Media, government leaders, and adults have all expressed a great deal of frustration with the young people’s lack of compliance to social distancing during the Coronavirus Crisis. States shut down their beaches after pictures surfaced of college-age spring-breakers flooding the coastline in full violation of social distancing recommendations. Government leaders, healthcare authorities, media outlets, and the President of the United States himself have warned and implored young people to obey the quarantine regulations, if not for themselves, then for the sake of the vulnerable. Many in the media have expressed outrage that many (if not most) young people have completely ignored the mandates.
My question for is this: why are you surprised by their defiance? After all, they are being faithful followers of the prevailing pop-religion, “You Do You,” fed to them frequently through various media and institutions. With all authenticity, they are being “true to themselves.” They embody the sacred maxim, YOLO – You Only Live Once.
“You Do You” combines radical individualism with moral relativism. This pop religion involves each person developing and dictating his or her own ethical framework with individual happiness comprising the highest aim. After the these individual determinations, “being true to yourself” constitutes the real measure of virtue.

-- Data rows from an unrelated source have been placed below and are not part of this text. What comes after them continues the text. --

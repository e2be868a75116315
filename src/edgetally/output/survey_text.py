"""A survey as text for the terminal."""

from __future__ import annotations

from edgetally.outline.choosing import describe
from edgetally.survey import Survey

LISTED = 8


def survey_text(survey: Survey) -> str:
    """Return what `survey` prints: the drawing, then each visible layer with its verdict, then what is hidden."""
    unit = survey.unit or "unit?"
    lines = [
        f"drawing       {survey.file}",
        f"SHA-256       {survey.sha256}",
        f"DXF version   {survey.dxf_version}",
        f"unit          {survey.unit} (from {survey.unit_source})"
        if survey.unit
        else f"unit          not said ({survey.unit_source}): pass it with --units",
    ]
    if survey.box:
        x0, y0, x1, y1 = survey.box
        lines.append(
            f"extents       x {x0:.6g} to {x1:.6g}, y {y0:.6g} to {y1:.6g}; {x1 - x0:.6g} x {y1 - y0:.6g} {unit}"
        )
    for layer in survey.layers:
        lines += ["", f"layer {layer.name}: {layer.verdict}"]
        if layer.reason:
            lines.append(f"  {layer.reason}")
        counts = ", ".join(f"{count} {kind}" for kind, count in layer.kinds.items())
        if counts:
            lines.append(f"  entities: {counts}")
        if layer.open_ends:
            lines.append(f"  open ends: {layer.open_ends}")
        if layer.regions:
            count = len(layer.regions)
            lines.append(f"  {count} closed outline{'s' if count > 1 else ''}:")
            lines += [f"  {line}" for line in describe(layer.regions[:LISTED], unit)]
            if count > LISTED:
                lines.append(f"    and {count - LISTED} more")
    if survey.hidden:
        lines += [
            "",
            "not visible, not read: " + ", ".join(f"{name} ({state})" for name, state in survey.hidden.items()),
        ]
    if survey.blocks:
        listed = ", ".join(f"{name} ({count})" for name, count in list(survey.blocks.items())[:20])
        more = f" and {len(survey.blocks) - 20} more" if len(survey.blocks) > 20 else ""
        lines += ["", f"blocks (entities in each): {listed}{more}"]
    lines.append("")
    if survey.taken:
        lines.append(f"`sheet` would take layer {survey.taken}")
    else:
        lines.append("`sheet` would ask for --layer")
    lines += [f"{finding.severity}: {finding.code}: {finding.message}" for finding in survey.findings]
    return "\n".join(lines)
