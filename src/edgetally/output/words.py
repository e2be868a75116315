"""The sentences that terminal, sheet and page share: evidence, conventions, caution."""

from __future__ import annotations

from typing import TYPE_CHECKING

from edgetally.outline.words import length_text, place
from edgetally.output.dimension_table import dimension_evidence
from edgetally.output.numbers import mantissa_and_power, number_text
from edgetally.output.symbols import SymbolSet, name_of
from edgetally.units import Unit

if TYPE_CHECKING:
    from edgetally.results import Analysis

CAUTION = (
    "The results describe the outline as drawn. They are no proof of strength, stability or fitness: check them "
    "against the codes that apply, and have them used by a licensed professional."
)

UNIT_WORDS = {"option": "option", "header": "file header", "config": "options file"}

_SUPERSCRIPT = str.maketrans("0123456789-", "⁰¹²³⁴⁵⁶⁷⁸⁹⁻")


def conventions(x: str, y: str, first: str, second: str) -> list[str]:
    """Return the sign conventions, with the letters of the axes in use."""
    return [
        f"{x} to the right, {y} up, as drawn. I_{x} = ∫{y}² dA and I_{y} = ∫{x}² dA about the centroid C; "
        f"I_{x}{y} = +∫{x}·{y} dA (some texts use the other sign).",
        f"I_{first} ≥ I_{second}. θ is the angle from +{x} to axis {first}, counter-clockwise positive; axis {second} "
        f"is axis {first} turned by +90°.",
        f"Elastic moduli are I over the distance to the extreme fibre of the true outline on the side named; for axis "
        f"{first} the + side is towards +{second}, for axis {second} towards +{first}.",
    ]


def in_print(text: str) -> str:
    """Turn the exponent that number_text wrote into a power of ten: 19.43e6 → 19.43 × 10⁶."""
    mantissa, power = mantissa_and_power(text.replace("-", "−"))
    return f"{mantissa} × 10{str(power).translate(_SUPERSCRIPT)}" if power else mantissa


def described(key: str, symbols: SymbolSet, analysis: Analysis) -> str:
    """Return the name of a property, with the density or Poisson's ratio that it was taken at."""
    name = name_of(key, symbols)
    if key == "mass_per_length" and analysis.density is not None:  # of a composite section each part has its own
        return f"{name} at {analysis.density:g} kg/m³"
    return f"{name}, ν = {analysis.poisson:g}" if key.startswith("shear_area") else name


def evidence(analysis: Analysis) -> list[tuple[str, str]]:
    """Return (what, words) lines that show how the outline was read."""
    reading, outline = analysis.drawing.reading, analysis.outline
    used = ", ".join(f"{count} {kind}" for kind, (_, count) in reading.kinds.items() if count) or "none"
    file = analysis.drawing.options_file
    lines = [("options from", f"{file.file}: {', '.join(file.options)}")] if file else []
    lines += [
        ("entities on the layer", f"{reading.read} read = {reading.used} used + {len(reading.skips)} left out"),
        ("used", used),
    ]
    if reading.skips:
        left = ", ".join(f"{n - u} {kind}" for kind, (n, u) in reading.kinds.items() if n - u)
        lines.append(("left out", left))
    lines.append(("on other layers", f"{reading.elsewhere} entities, not read"))
    voids = sum(len(region.voids) for region in outline.regions)
    lines.append((
        "assembled to",
        f"{len(reading.curves)} curves, {len(outline.regions) + voids} closed loops: "
        f"{_count(len(outline.regions), 'outer boundary', 'outer boundaries')}, {_count(voids, 'void', 'voids')}",
    ))  # fmt: skip
    if dimensions := dimension_evidence(analysis):
        lines.append(("dimensions", dimensions))
    effect, unit = analysis.join_effect, analysis.drawing.unit
    limit = f"up to {length_text(analysis.drawing.join_gap, unit)}"
    if effect is None:
        lines.append(("joins", f"none: all ends meet exactly (joined {limit})"))
    else:
        lines.append(
            ("joins", f"{effect.count} ({limit}), widest {length_text(effect.widest, unit)} at {place(effect.at)}")
        )
        out = analysis.out_unit
        lines.append((
            "largest effect of the joins",
            f"area {_power(effect.area, 2, out)}{_share(analysis, effect.area)}, "
            f"second moments {_power(effect.second_moment, 4, out)}",
        ))  # fmt: skip
    return lines


def _share(analysis: Analysis, area: float) -> str:
    """The effect on the area in percent, where there is one section to relate it to."""
    if len(analysis.sections) != 1:
        return ""
    return f" ({100 * area / (analysis.sections[0].properties['area'].value or area):.1g} %)"


def _count(n: int, one: str, many: str) -> str:
    return f"{n} {one if n == 1 else many}"


def _power(value: float, power: int, unit: str) -> str:
    return f"± {in_print(number_text(value, 2))} {Unit(unit, power).pretty}"


def drawn_scale(scale: float) -> str:
    """Write the drawing's scale: drawn length × N = real length."""
    if scale == 1:
        return "1:1 (drawn = real)"
    return f"drawn × {scale:.12g} = real"


def header_fields(analysis: Analysis) -> dict[str, str]:
    """Return the facts that name the drawing, in the order of print."""
    drawing = analysis.drawing
    unit = f"{drawing.unit} (from {UNIT_WORDS[drawing.unit_source]})"
    return {
        "drawing": drawing.file,
        "layer": ", ".join(drawing.reading.layers),
        "unit of the drawing": unit,
        "scale of the drawing": drawn_scale(drawing.scale),
        "unit of the results": analysis.out_unit,
        "DXF version": drawing.dxf_version,
        "SHA-256": drawing.sha256,
    }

To the extent that this incoherent moral system considers others, the primary rule involves supporting and enabling other people to be true to themselves. Whether that involves sexuality, gender, or other forms of self-expression, the primary responsibility of mankind and deepest promotion of human flourishing means affirming every person’s pursuit of authenticity. Intolerance — or not affirming another person’s self-engineered norms for ethics and self-expression — remains the carnal sin of the pop religion. You simply cannot resort to moral absolutes, whereby you tell a person what to do or suggest that their standards of self-expression may be harmful to themselves or society.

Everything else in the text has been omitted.